For utility it's somewhat broader ranging from CPM 10V to an SAK depending on what I pick up.
 

slatroni

Well-Known Member
#47
Even though I am selling knives, I think of myself as a beginner. I really like 1095 because I can Heat treat with fire, the old school way. And now and then I get real lucky and get a cool hamon. I use one of my knives everyday at work. 1095 holds a nice edge. wip9.jpg
 

bubba-san

Well-Known Member
#49
I also like S30V . It is very tough and holds a great edge . have seen independent tests against some very popular steels much more expensive . I was impressed . I also like 3-V for swords. normally use carbon folded steel but, I do

like some of the great production steels that are available including stainless and high quality carbon steels . White paper Hitachi steel makes some of the sharpest blades I have ever seen . Guess it all depends on what I am making . Bubba
 
#50
154 cm is my favorite for production knives, holds an edge well and isn't hard to sharpen.

For the knives I make I like 1084, it's my favorite because its all I use right now. :biggrin:
 
#51
Agreeing with Hunter here- I like ATS34 (154cm) for edge holding and corrosion resistance (and fact that I have lots of it). Also have CPMS60V for folders and it has that nice cpm fine grain and sharpens like a razor. For a general use sheath knife I like 440C, for the ease of sharpening and corrosion resistance, or D2 for it's balance of toughness and edge holding. Not sexy but you use what you got....
 
#52
There are three different kinds of steels tools - steel, carbon steel and stainless steel. The three main features which distinguish steels from one another are corrosion resistance, hardness and toughness. I would go for CPM S90V because of its extreme wear resistance and edge retention which comes with Crucible’s CPM S90V steel.
 

John Wilson

Well-Known Member
#54
With CPM 154, what is meant by 'air quench'?
"Air quench" means that this type of steel does not get dunked into oil/water when it comes out of the heat. It is an "air hardening steel." Different steels require different rates of quenching. Too fast can be as detrimental as too slow, depending on the steel.
 

Oze

Well-Known Member
#55
OK. Thankyou. So once heated, is the steel literally just allowed to cool naturally or is it cooled with air from an air hose or like?
 

John Wilson

Well-Known Member
#56
Most people will sandwich the blade between two aluminum plates, but yes, the steel can hang in the air and the rate of heat loss is sufficient for hardening. The quench plates are more or less to prevent warp. There are people here who are infinitely more qualified to provide the explanation of what is happening on a metallurgical level.
 

Gliden07

Well-Known Member
#58
O1 tool steel is what I started with. I really like it because it comes precision ground and annealed. For new makers it's one less thing to worry about. I have made a couple with 1084 now and like that steel too! Trying a small Alabama Demascus blank now. The high carbon steels are easy to heat treat I think that's why I like them. When I get a heat treat oven I will try SS and some more exotic steels but until I can control that aspect of my builds I probably will stick with O1 and the 1084?
 
#60
I air quench A2...it comes out nice. I do not use plates. My knives are small and I hang them from the lanyard hole point down and blow air up. Enough air to cool them quick not enough to move the knives around...

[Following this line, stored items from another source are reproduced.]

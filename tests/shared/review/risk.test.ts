/** A revision's danger: how many violations, which is worst (an over-voltage first), in the words of the diagram. */
import { describe, expect, it } from 'vitest';
import { demoCircuits } from '../../../shared/engine/index.ts';
import { revisionRisk, riskSentence, summarizeCircuit, worstFlag, type FlagSummary } from '../../../shared/review/index.ts';

const flag = (code: FlagSummary['code'], value: number, limit: number): FlagSummary => ({ key: `${code}|${value}`, severity: 'violation', code, value, limit, unit: 'V', message: `${code} ${value}` });

describe('revision risk', () => {
  it('ranks an over-voltage above an under-voltage even when the dip is deeper (P: over-voltage destroys equipment)', () => {
    expect(worstFlag([flag('voltage-low', 0, 110), flag('voltage-high', 130, 127), flag('voltage-high', 180, 127)])?.value).toBe(180);
    expect(worstFlag([])).toBeUndefined();
  });

  it('counts the open-neutral demo’s violations and names the worst in words', () => {
    const demo = demoCircuits.find((d) => d.key === 'open-neutral-208y120')!.circuit;
    const s = summarizeCircuit(demo);
    if (!s.ok) throw new Error(s.error.message);
    const r = revisionRisk(4, s, demo);
    expect(r.violationCount).toBe(s.flags.filter((f) => f.severity === 'violation').length);
    expect(r.violationCount).toBeGreaterThan(0);
    expect(r.worst).toMatch(/^bus HOUSE [abc]-n: .* is above the violation limit/);
    expect(riskSentence(r)).toMatch(new RegExp(`^Revision 4 has ${r.violationCount} violations; the worst: bus HOUSE`));
  });

  it('says when a revision does not solve, and when it has no violations', () => {
    const r = revisionRisk(2, { ok: false, error: { code: 'singular', message: 'switch3 K~bus~sw: no path', elementIds: [] } }, { elements: [] });
    expect(riskSentence(r)).toBe('Revision 2 does not solve: connection K–its bus: no path.');
    expect(riskSentence(revisionRisk(1, { ok: true, buses: [], neutralCurrents: [], flags: [] }, null))).toBe('Revision 1 has no violations.');
  });
});
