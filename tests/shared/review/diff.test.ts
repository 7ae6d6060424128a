/** Revision diff, results summary and @mentions (shared/review): pure logic shared by server and client. */
import { describe, expect, it } from 'vitest';
import { demoCircuits } from '../../../shared/engine/index.ts';
import {
  diffRevisions,
  findMentions,
  flatten,
  formatValue,
  jsonEqual,
  resultDeltas,
  summarizeCircuit,
  valueChanges,
  type ResultsSummary,
} from '../../../shared/review/index.ts';

const openNeutralService = demoCircuits.find((d) => d.key === 'open-neutral-208y120')!.circuit;

/** A hand-made summary: one bus "Bus 4" with a line L4 feeding it. */
function summary(neutralAmps: number, phaseA: number, flags: { code: 'voltage-high' | 'neutral-shift'; conductor?: string; message: string }[] = []): ResultsSummary {
  return {
    ok: true,
    buses: [{ bus: 'Bus 4', kind: 'threePhase', nominalVLN: 120, phaseVolts: { a: phaseA, b: 120, c: 120 }, neutralShiftVolts: 0.5, iecUnbalancePercent: 0.4 }],
    neutralCurrents: [{ key: 'L4@Bus 4', elementId: 'L4', bus: 'Bus 4', amps: neutralAmps }],
    flags: flags.map((f) => ({ key: `${f.code}|Bus 4||${f.conductor ?? ''}`, severity: 'violation', code: f.code, bus: 'Bus 4', conductor: f.conductor, value: 131, unit: 'V', message: f.message })),
  };
}

describe('value changes', () => {
  it('flattens nested objects and arrays to dotted paths', () => {
    expect([...flatten({ a: { b: 1, c: [2, { d: 3 }] }, e: [] }).entries()]).toEqual([
      ['a.b', 1],
      ['a.c.0', 2],
      ['a.c.1.d', 3],
      ['e', []],
    ]);
  });

  it('compares JSON regardless of key order and lists changes parameter by parameter', () => {
    expect(jsonEqual({ a: 1, b: [1, 2] }, { b: [1, 2], a: 1 })).toBe(true);
    expect(jsonEqual({ a: 1 }, { a: 1, b: undefined })).toBe(true);
    expect(jsonEqual([1, 2], [2, 1])).toBe(false);
    expect(valueChanges({ each: { kw: 1.5, kvar: 0.2 }, open: ['n'] }, { each: { kw: 4, kvar: 0.2 } })).toEqual([
      { path: 'each.kw', from: 1.5, to: 4, label: 'every phase › P (kW)', fromText: '1.5', toText: '4' },
      { path: 'open', from: ['n'], to: null, label: 'open conductors', fromText: 'neutral', toText: '—' },
    ]);
  });
});

describe('result deltas', () => {
  it('reads as "neutral current at Bus 4 (L4): 12.1 A → 83.3 A" with the delta in the unit', () => {
    const d = resultDeltas(summary(12.1, 120), summary(83.3, 120));
    expect(d).toHaveLength(1);
    expect(d[0]).toMatchObject({ kind: 'neutral-current', unit: 'A', from: 12.1, to: 83.3, text: 'neutral current at Bus 4 (L4): 12.1 A → 83.3 A' });
    expect(d[0].delta).toBeCloseTo(71.2, 10);
  });

  it('lists houses numbered in names in their numeric order (No 2 before No 10)', () => {
    const withHouses = (amps: number): ResultsSummary => {
      const s = summary(12.1, 120);
      if (!s.ok) throw new Error('ok summary');
      return { ...s, neutralCurrents: ['No 10', 'No 2', 'No 1'].map((id) => ({ key: `${id}@Bus 4`, elementId: id, bus: 'Bus 4', amps })) };
    };
    expect(resultDeltas(withHouses(1), withHouses(5)).map((r) => r.label)).toEqual(['neutral current at Bus 4 (No 1)', 'neutral current at Bus 4 (No 2)', 'neutral current at Bus 4 (No 10)']);
  });

  it('ignores changes within 0.05 of the unit and lists rows that appear or disappear', () => {
    expect(resultDeltas(summary(12.1, 120), summary(12.14, 120.04))).toEqual([]);
    const gone = resultDeltas(summary(12.1, 120), { ok: false, error: { code: 'singular-network', message: 'x', elementIds: [] } });
    expect(gone.map((r) => r.text)).toContain('neutral current at Bus 4 (L4): 12.1 A → —');
    expect(gone.every((r) => r.to === null && r.delta === null)).toBe(true);
  });

  it('formats volts and amperes to 0.1 and percentages to 0.01', () => {
    expect(formatValue(131.04, 'V')).toBe('131.0 V');
    expect(formatValue(2.345, '%')).toBe('2.35 %');
    expect(formatValue(null, 'A')).toBe('—');
  });
});

describe('diffRevisions', () => {
  const circuit = (elements: unknown[], extra: object = {}) => ({ format: 'wyeward-circuit', version: 1, frequencyHz: 60, elements, ...extra });

  it('lists elements added, removed and changed, circuit-level changes, layout and settings', () => {
    const a = { id: 'A', type: 'load', each: { kw: 1 } };
    const b = { id: 'B', type: 'line', length: 30 };
    const c = { id: 'C', type: 'earthing', ohms: 25 };
    const d = diffRevisions(
      { number: 1, content: { circuit: circuit([a, b]), layout: { A: { x: 0 } } }, summary: summary(1, 120) },
      { number: 2, content: { circuit: circuit([{ ...a, each: { kw: 2 } }, c], { frequencyHz: 50 }), layout: { A: { x: 40 } }, settings: { grid: true } }, summary: summary(1, 120) },
    );
    expect(d.from).toBe(1);
    expect(d.to).toBe(2);
    expect(d.elements.added).toEqual([{ id: 'C', type: 'earthing', typeLabel: 'earth electrode' }]);
    expect(d.elements.removed).toEqual([{ id: 'B', type: 'line', typeLabel: 'line' }]);
    expect(d.elements.changed).toEqual([{ id: 'A', type: 'load', typeLabel: 'load', changes: [{ path: 'each.kw', from: 1, to: 2, label: 'every phase › P (kW)', fromText: '1', toText: '2' }] }]);
    expect(d.circuit).toEqual([{ path: 'frequencyHz', from: 60, to: 50, label: 'frequency (Hz)', fromText: '60', toText: '50' }]);
    expect(d.layoutChanged).toBe(true);
    expect(d.settingsChanged).toBe(true);
    expect(d.results).toEqual([]);
  });

  it('reports flags added and removed by their identity, not their value', () => {
    const high = { code: 'voltage-high' as const, conductor: 'b', message: 'phase B 131 V above Range B' };
    const shift = { code: 'neutral-shift' as const, message: 'neutral shift 47 %' };
    const d = diffRevisions(
      { number: 3, content: { circuit: circuit([]) }, summary: summary(1, 120, [shift]) },
      { number: 4, content: { circuit: circuit([]) }, summary: summary(1, 120, [high, shift]) },
    );
    expect(d.flags.added.map((f) => f.text)).toEqual(['flag added: phase B 131 V above Range B']);
    expect(d.flags.removed).toEqual([]);
  });

  it('compares an engine-solved open neutral with the repaired neutral: the neutral current appears and the flags clear', () => {
    // The demo service with its neutral broken (open: ["n"] on DROP), then repaired.
    const broken = { circuit: openNeutralService };
    const repairedCircuit = { ...openNeutralService, elements: openNeutralService.elements.map((e) => (e.id === 'DROP' ? { ...e, open: [] } : e)) };
    const d = diffRevisions(
      { number: 1, content: broken, summary: summarizeCircuit(broken.circuit) },
      { number: 2, content: { circuit: repairedCircuit }, summary: summarizeCircuit(repairedCircuit) },
    );
    expect(d.solve).toEqual({ from: 'ok', to: 'ok' });
    expect(d.elements.changed).toEqual([{ id: 'DROP', type: 'line', typeLabel: 'line', changes: [{ path: 'open', from: ['n'], to: [], label: 'open conductors', fromText: 'neutral', toText: 'none' }] }]);
    const drop = d.results.find((r) => r.key === 'neutral-current:DROP@HOUSE')!;
    // (P) With the neutral open the drop carries no neutral current; repaired, it carries the
    // unbalance of 12.5 A, 33 A and 5 A phase currents (C: 1.5 kW, 4 kW, 0.6 kW at ~120 V), well over 10 A.
    expect(drop.from).toBeCloseTo(0, 3);
    expect(drop.to!).toBeGreaterThan(10);
    expect(drop.text).toMatch(/^neutral current at HOUSE \(DROP\): 0\.0 A → \d+\.\d A$/);
    // Results put neutral currents first, as a lost-neutral review reads them.
    expect(d.results[0].kind).toBe('neutral-current');
    // Bus phases a and c high, b low; the three loads' own terminal voltages; phase-voltage unbalance.
    expect(d.flags.removed.map((f) => f.code).sort()).toEqual(['load-voltage-high', 'load-voltage-high', 'load-voltage-low', 'neutral-shift', 'unbalance', 'voltage-high', 'voltage-high', 'voltage-low']);
    expect(d.flags.added).toEqual([]);
  });

  it('carries the engine error of a revision that cannot be solved', () => {
    const bad = circuit([{ type: 'load', id: 'L', bus: 'B1', connection: 'single', between: ['a', 'n'], each: { kw: 1, kvar: 0 } }]);
    const s = summarizeCircuit(bad);
    expect(s.ok).toBe(false);
    const d = diffRevisions({ number: 1, content: { circuit: bad }, summary: s }, { number: 2, content: { circuit: bad }, summary: s });
    expect(d.solve.from).toBe('error');
    expect(d.solve.toError).toEqual(expect.any(String));
  });
});

describe('summarizeCircuit', () => {
  it('keeps bus voltages, neutral shift, unbalance, neutral currents and flags of the open-neutral demo', () => {
    const s = summarizeCircuit(openNeutralService);
    if (!s.ok) throw new Error(s.error.message);
    const house = s.buses.find((b) => b.bus === 'HOUSE')!;
    expect(Object.keys(house.phaseVolts).sort()).toEqual(['a', 'b', 'c']);
    // (P) the lightly loaded phases rise well above 120 V and the heavy one sags: the lost-neutral signature.
    expect(house.phaseVolts.c).toBeGreaterThan(130);
    expect(house.phaseVolts.b).toBeLessThan(110);
    expect(house.neutralShiftVolts!).toBeGreaterThan(12); // more than 10 % of 120 V, hence the flag below
    expect(s.flags.some((f) => f.code === 'neutral-shift' && f.bus === 'HOUSE')).toBe(true);
    expect(s.neutralCurrents.map((n) => n.key)).toContain('DROP@HOUSE');
    expect(JSON.parse(JSON.stringify(s))).toEqual(s);
  });
});

describe('findMentions', () => {
  const members = [
    { id: '1', name: 'Idunn Castellane', email: 'idunn.c@example.test' },
    { id: '2', name: 'Tobin Achterberg', email: 'tobin@example.test' },
    { id: '3', name: 'Tobin Marsh', email: 'tmarsh@example.test' },
  ];

  it('matches e-mail local parts, names without spaces and unique first names, each once', () => {
    const found = findMentions('@idunn.c please check, cc @TobinMarsh and @Idunn again. Not an@address.test', members);
    expect(found.map((m) => m.id)).toEqual(['1', '3']);
  });

  it('ignores an ambiguous first name and unknown tokens', () => {
    expect(findMentions('@tobin? @nobody', members).map((m) => m.id)).toEqual(['2']); // "tobin" is Tobin Achterberg's e-mail local part
    expect(findMentions('hello @Tobin.', members.slice(1).map((m) => ({ ...m, email: `${m.id}@x.test` })))).toEqual([]);
  });
});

Since this is an old thread that I haven't seen before(and a goody) I will say that I started with O1...love it! I went to A2 so that I could follow my limited production dream...batches without overheating oil and oversoaking steel. It also rusts less easy than O1...I think O1 is a little easier to get sharp?

I plan after the new year to begin working with AEB-L. I am going to try air hardening it and already like the price...cheaper than A2 by a lot...much more limited supply though. Possible better quality control from foundry .

Why AEB-L? We have two whole generations that are used to floating their Ginsu knives in a sink full of water....'Nuff said...lol.